EXERCISE BRIEF :: Pull out each line of the records holding the string "struct".

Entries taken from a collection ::
package readers

import (
	"fmt"
	"math"
	"unsafe"

	"strainledger/mesh"
)

// A form is the way in which the bytes of an array are kept in its file.
type form uint8

const (
	plainForm  form = iota + 1 // one run of bytes
	blockForm                  // compressed blocks
	textForm                   // numbers in words
	emptyForm                  // no values
	stringForm                 // strings of a legacy file
)

// A column is one array of a file: what it holds and where it stands. It is shared
// by all workers.
type column struct {
	mesh.Array
	number    number
	bigEndian bool
	file      *file
	start     int64   // where its values begin in the file
	isLevel   bool    // ghost levels of old files: above 0 means duplicate
	isColour  bool    // text of 0 to 1 for bytes of 0 to 255
	perCell   int64   // of a field array: tuples for each cell of the file
	content   *column // of bits and strings: their bytes, in text one number for each bit
	payload
	slot int // position among the kept buffers of a cursor
}

// coding says how the file keeps the array.
func (a *column) coding() string {
	switch {
	case a.content != nil:
		return a.content.coding()
	case a.form == textForm, a.form == stringForm && !a.strings.isBinary:
		return "ascii"
	case a.form == blockForm:
		return [...]string{zlibBlocks: "zlib", lz4Blocks: "LZ4", lzmaBlocks: "LZMA"}[a.blocks.compressor]
	case a.form == plainForm && a.stored.isBase64:
		return "base64"
	case a.form == plainForm, a.form == stringForm:
		return "raw"
	}
	return ""
}

// A payload is where the values of an array are and how they are kept.
type payload struct {
	form    form
	length  int64       // bytes that are there, decoded; of text unknown
	stored  stored      // plainForm
	blocks  *blocks     // blockForm
	text    *index      // textForm
	strings *stringList // stringForm
}

// width returns the bytes of one tuple.
func (a *column) width() int64 { return a.number.size() * int64(a.Components) }

// fail puts the array's name and place to an error.
func (a *column) fail(err error) error {
	if place, ok := err.(*Error); ok {
		if place.Array == "" {
			place.Array = a.Name
		}
		return err
	}
	return &Error{Path: a.file.path, Offset: a.start, Array: a.Name, Err: err, file: a.file}
}

// need checks that the array holds as many tuples as its place demands, before
// anything is read from it or allocated for it.
func (a *column) need(tuples int64, what string) error {
	if a.width() > 0 && tuples > (1<<62)/a.width() {
		return a.fail(malformed("found %d %s, need fewer", tuples, what))
	}
	bytes := tuples * a.width()
	values := tuples * int64(a.Components)
	switch {
	case tuples > 0 && a.number == bitNumber:
		if err := a.needBits(tuples, what); err != nil {
			return err
		}
	case tuples == 0 || a.number.size() == 0:
	case a.form == textForm:
		if most := a.text.most(); values > most {
			return a.fail(truncated("%d %s with %s need %d values, found room for %d",
				tuples, what, counted(a.Components, "component"), values, most))
		}
	case bytes > a.length:
		return a.fail(truncated("%d %s with %s need %d bytes, found %d", tuples, what, counted(a.Components, "component"), bytes, a.length))
	}
	a.Tuples = tuples
	return nil
}

// needBits is need for bits.
func (a *column) needBits(tuples int64, what string) error {
	if tuples > (1<<62)/int64(a.Components) {
		return a.fail(malformed("found %d %s, need fewer", tuples, what))
	}
	room := int64(0)
	if a.content != nil {
		room = a.content.most()
		if a.content.form != textForm {
			room *= 8
		}
	}
	if bits := tuples * int64(a.Components); bits > room {
		return a.fail(truncated("%d %s with %s need %d bits, found room for %d", tuples, what, counted(a.Components, "component"), bits, room))
	}
	return nil
}

// most returns how many numbers the array has room for.
func (a *column) most() int64 {
	switch {
	case a.form == textForm:
		return a.text.most()
	case a.number.size() == 0:
		return 0
	}
	return a.length / a.number.size()
}

// A slot is what one worker keeps of a column: the bytes that it decoded last.
type slot struct {
	owner     *column
	low, high int64 // range of the column's bytes in memory
	buffer    []uint64
	data      []byte      // the buffer as bytes; data[0] is byte low
	stream    blockStream // large blocks
	words     words       // text: where reading goes on
	next      int64       // text: number of the word that comes next
	strings   stringPlace
	swapped   []byte
	floats    []float64
	labels    []int64
	near      []int64 // some values about the one that was asked for last
	nearLow   int64
}

// room makes a scratch buffer of n bytes from a kept one. What it held is lost.
func room(buffer *[]byte, n int) []byte {
	if cap(*buffer) < n {
		*buffer = make([]byte, n+n/4)
	}
	return (*buffer)[:n]
}

// growth is how much memory is taken at once on the word of a header alone.
const growth = 16 << 20

// reserve gives the slot room for n bytes and keeps the first kept ones.
func (s *slot) reserve(n int64, kept int64) {
	words := (n + 7) / 8
	if int64(len(s.buffer)) < words {
		buffer := make([]uint64, max(words+words/4, min(2*int64(len(s.buffer)), words+growth)))
		copy(buffer, s.buffer[:(kept+7)/8])
		s.buffer = buffer
	}
	s.data = unsafe.Slice((*byte)(unsafe.Pointer(unsafe.SliceData(s.buffer))), 8*len(s.buffer))[:n]
}

// bytes returns the bytes [low, high) of the array, little-endian, valid until the
// worker's next call for the same array. Blocks that the range shares with the one
// before are not decoded again.
func (a *column) bytes(c *cursor, low, high int64) ([]byte, error) {
	if low == high {
		return nil, nil
	}
	s := &c.slots[a.slot]
	if s.owner != a {
		s.owner, s.low, s.high, s.words.file, s.near = a, 0, 0, nil, s.near[:0]
	}
	if low < s.low || high > s.high {
		if err := a.load(c, s, low, high); err != nil {
			s.owner = nil
			return nil, a.fail(err)
		}
	}
	data := s.data[low-s.low : high-s.low]
	if a.bigEndian && a.form == blockForm { // a block may end inside a number, so what is kept stays as it is
		s.swapped = append(s.swapped[:0], data...)
		data = s.swapped
		swap(data, a.number.size())
	}
	return data, nil
}

// load brings the bytes [low, high) into memory, together with what comes with them.
func (a *column) load(c *cursor, s *slot, low, high int64) error {
	switch a.form {
	case plainForm:
		if high > a.length {
			return truncated("%d bytes needed, found %d", high, a.length)
		}
		s.reserve(high-low, 0)
		s.low, s.high = low, high
		if err := a.stored.read(c, s.data, low); err != nil {
			return err
		}
		if a.bigEndian {
			swap(s.data, a.number.size())
		}
		return nil
	case blockForm:
		return a.unpackBlocks(c, s, low, high)
	case textForm:
		return a.parse(c, s, low, high)
	case stringForm:
		s.reserve(high-low, 0)
		s.low, s.high = low, high
		return a.strings.read(&c.hand, &s.strings, s.data, low)
	}
	return truncated("found no values, need %d bytes", high)
}

// unpackBlocks decodes the blocks that cover [low, high) and are not yet in memory; of
// large blocks the range alone.
func (a *column) unpackBlocks(c *cursor, s *slot, low, high int64) error {
	if high > a.length {
		return truncated("%d bytes needed, found %d", high, a.length)
	}
	size := a.blocks.size
	isStream := size > streamSize && a.blocks.compressor != lz4Blocks
	start, end := low, high
	if !isStream {
		start, end = low/size*size, min((high+size-1)/size*size, a.length)
	}
	kept := int64(0)
	if start >= s.low && start < s.high {
		kept = s.high - start
		copy(s.data, s.data[start-s.low:s.high-s.low])
	}
	s.low = start
	for at := start + kept; ; {
		behind := min(end, at+growth)
		if !isStream {
			behind = min(end, (behind+size-1)/size*size)
		}
		s.reserve(behind-start, at-start)
		s.high = behind
		var err error
		if isStream {
			err = s.stream.read(c, a.blocks, s.data[at-start:], at)
		} else {
			err = a.blocks.decode(c, s.data[at-start:], (at+size-1)/size, (behind+size-1)/size)
		}
		if at = behind; err != nil || at == end {
			return err
		}
	}
}

// parse reads the words that hold [low, high).
func (a *column) parse(c *cursor, s *slot, low, high int64) error {
	size := a.number.size()
	if most := a.text.most(); high/size > most {
		return truncated("%d values needed, found room for %d", high/size, most)
	}
	first := low / size
	if s.words.file == nil || first < s.next || first > s.next+pageSize {
		page, before, found, err := a.text.page(&c.hand, room(&c.page, pageSize+1), first)
		if err != nil {
			return err
		}
		if !found {
			return a.file.fail(a.text.end, truncated("%d values needed, found %d", high/size, before))
		}
		s.words.hand = &c.hand
		if err := s.words.seek(a.text, page, before, first); err != nil {
			return err
		}
	} else if err := s.words.skip(first - s.next); err != nil {
		return err
	}
	s.reserve(high-low, 0)
	s.low, s.high = low, high
	s.next = high / size
	return s.words.numbers(a.number, s.data)
}

// values returns the tuples [low, high) as float64, valid until the worker's next
// call for the same array. Little-endian doubles are not copied.
func (a *column) values(c *cursor, low, high int64) ([]float64, error) {
	data, err := a.bytes(c, low*a.width(), high*a.width())
	if err != nil {
		return nil, err
	}
	if a.number == float64Number && littleHost && isAligned(data) {
		return floatView(data), nil
	}
	s := &c.slots[a.slot]
	count := int((high - low) * int64(a.Components))
	if cap(s.floats) < count {
		s.floats = make([]float64, count)
	}
	s.floats = s.floats[:count]
	a.widen(s.floats, data)
	return s.floats, nil
}

// widen writes numbers as float64, ghost levels as marks.
func (a *column) widen(to []float64, data []byte) {
	a.number.widen(to, data)
	if a.isLevel {
		for i, level := range to {
			to[i] = min(level, mesh.DuplicateCell)
		}
	}
	if a.isColour {
		for i, part := range to {
			to[i] = math.Floor(float64(255*part) + 0.5)
		}
	}
}

// valuesTo writes the tuples [low, high) as float64.
func (a *column) valuesTo(c *cursor, low, high int64, to []float64) error {
	components := int64(a.Components)
	to = to[:(high-low)*components]
	if a.form == plainForm && a.number == float64Number && littleHost && !a.bigEndian {
		if high*a.width() > a.length {
			return a.fail(truncated("%d bytes needed, found %d", high*a.width(), a.length))
		}
		err := a.stored.read(c, byteView(to), low*a.width()) // straight into place
		if err != nil {
			return a.fail(err)
		}
		return nil
	}
	const step = 32 << 10 // tuples that are decoded together
	for ; low < high; low += step {
		behind := min(low+step, high)
		data, err := a.bytes(c, low*a.width(), behind*a.width())
		if err != nil {
			return err
		}
		n := (behind - low) * components
		a.widen(to[:n], data)
		to = to[n:]
	}
	return nil
}

// wholes returns the values [low, high) of an array of whole numbers with one
// component, valid until the worker's next call for the same array.
func (a *column) wholes(c *cursor, low, high int64) ([]int64, error) {
	if most := int64(1) << 59; low > most || high > most {
		return nil, a.fail(truncated("value %d needed", high-1))
	}
	data, err := a.bytes(c, low*a.number.size(), high*a.number.size())
	if err != nil {
		return nil, err
	}
	s := &c.slots[a.slot]
	s.labels = grown(s.labels, int(high-low))
	a.number.integers(s.labels, data)
	return s.labels, nil
}

// nearStep is how many values near reads together.
const nearStep = 1024

// near is wholes for ranges that are short and close to each other.
func (a *column) near(c *cursor, low, high int64) ([]int64, error) {
	s := &c.slots[a.slot]
	if s.owner != a || low < s.nearLow || high > s.nearLow+int64(len(s.near)) {
		values, err := a.wholes(c, low, max(high, min(low+nearStep, a.Tuples)))
		if err != nil {
			return nil, err
		}
		s.near, s.nearLow = append(s.near[:0], values...), low
	}
	return s.near[low-s.nearLow : high-s.nearLow], nil
}

// countTuples returns how many tuples an array holds of which it is not declared.
func (a *column) countTuples(c *cursor) (int64, error) {
	switch {
	case a.form == textForm:
		_, words, _, err := a.text.page(&c.hand, room(&c.page, pageSize+1), math.MaxInt64)
		if err != nil {
			return 0, a.fail(err)
		}
		return words / int64(a.Components), nil
	case a.width() > 0:
		return a.length / a.width(), nil
	}
	return 0, nil
}

// labels returns the tuples [low, high), of one component, as whole numbers.
func (a *column) labels(c *cursor, low, high int64) ([]int64, error) {
	data, err := a.bytes(c, low*a.width(), high*a.width())
	if err != nil {
		return nil, err
	}
	s := &c.slots[a.slot]
	s.labels = grown(s.labels, int(high-low))
	a.number.label(s.labels, data)
	if a.isLevel {
		for i, level := range s.labels {
			s.labels[i] = min(level, mesh.DuplicateCell)
		}
	}
	return s.labels, nil
}

// describe says what the array is, for messages.
func (a *column) describe() string {
	return fmt.Sprintf("%s with %s", a.number, counted(a.Components, "component"))
}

OUTPUT FOR THIS EXERCISE ::
type column struct {
type payload struct {
type slot struct {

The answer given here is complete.